If you’ve ever sat in a convertible and thought you couldn’t feel the wind in your hair strongly enough, McLaren might just have the car for you with its newly revealed Elva – a true open-cockpit supercar inspired by one of company founder Bruce McLaren’s 1960s racecars of the same name.

Starting at a whopping US$1.69 million – that’s getting on for $2.5 million Australian – just 399 examples of what McLaren bills as “a ferociously fast open-cockpit car” are set to be made, which, if anything, almost seems like a surprisingly high number for a car like this.

And by a car like this, I mean a car that has no roof, windscreen, or side windows at all, with these savings adding up to make this the company’s lightest car ever, helping out the weight reduction efforts already made with its carbon tub, fully-carbon bodywork, and single-hinged doors that are the smallest and lightest McLaren has ever fitted to a car. Curiously, its actual kerb weight hasn’t been confirmed, but they have still laid this claim out there regardless.

There are a few very exciting numbers that have been confirmed, however. Power? A round 600kW and 800Nm from a mid-mounted 4.0-litre twin-turbocharged V8. 0-100km/h? Less than three seconds. 0-200km/h? A mere 6.7 seconds.

Of course, these figures would change if you option on a windscreen – something customers will be able to do in certain markets, and it wouldn’t be surprising for some stricter countries, like here in Australia, to mandate the fitment of one – but the Elva’s design has clearly been oriented around there being a lack of one in front of the open cabin.

To protect occupants from having their faces turn inside out at the blistering speeds its capable of, special air channels through the nose of the car that direct air over the passenger’s heads is intended to keep occupants from being blown about too much, and an active air deflector positioned after the air channel exit in front of the dashboard rises around 15cm out of the dashboard to counter for the wind at higher speeds. Hopefully, it’ll be to the benefit of taller drivers out there, too.

The Elva, right, pictured alongside its namesake, the McLaren-Elva M1A

The aerodynamic details don’t end there, either, as the Elva also features an active rear wing and a completely flat undercarriage to help it cut through the air and stick to the tarmac like glue.
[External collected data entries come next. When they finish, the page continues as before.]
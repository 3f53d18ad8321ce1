// A page as files to print: --pdf, --html, --paper.
#pragma once

#include <bathwright/sheets/page_pdf.hpp>

#include "context.hpp"

namespace bathwright::command {

struct PrintedFiles {
  std::string pdf, html;  ///< empty: not asked for
  sheets::Paper paper = sheets::Paper::a4;
};

void add_printed_files(CLI::App& verb, PrintedFiles& files);

/// Writes those that were asked for.
Outcome write_printed(const PrintedFiles& files, const sheets::Page& page);

}  // namespace bathwright::command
Aside from a lack of window switches, the Elva’s ‘interior’ looks pretty par for the course for the current McLaren range in terms of the portrait-oriented infotainment system and digital gauge cluster. However, more unique options such as six-point race harnesses and extra-grippy and hydrophobic ‘Ultrafabric’ upholstery are available. The small storage space behind the cockpit is billed as being able to fit two helmets, by the way.

If you’re lucky enough to ever see one of these things on the road, which will no doubt be a very rare occurrence, don’t expect it to be until around this time next year, with initial deliveries scheduled for late 2020. There’s no word as to whether it’ll be available – or even legal – in Australia as yet.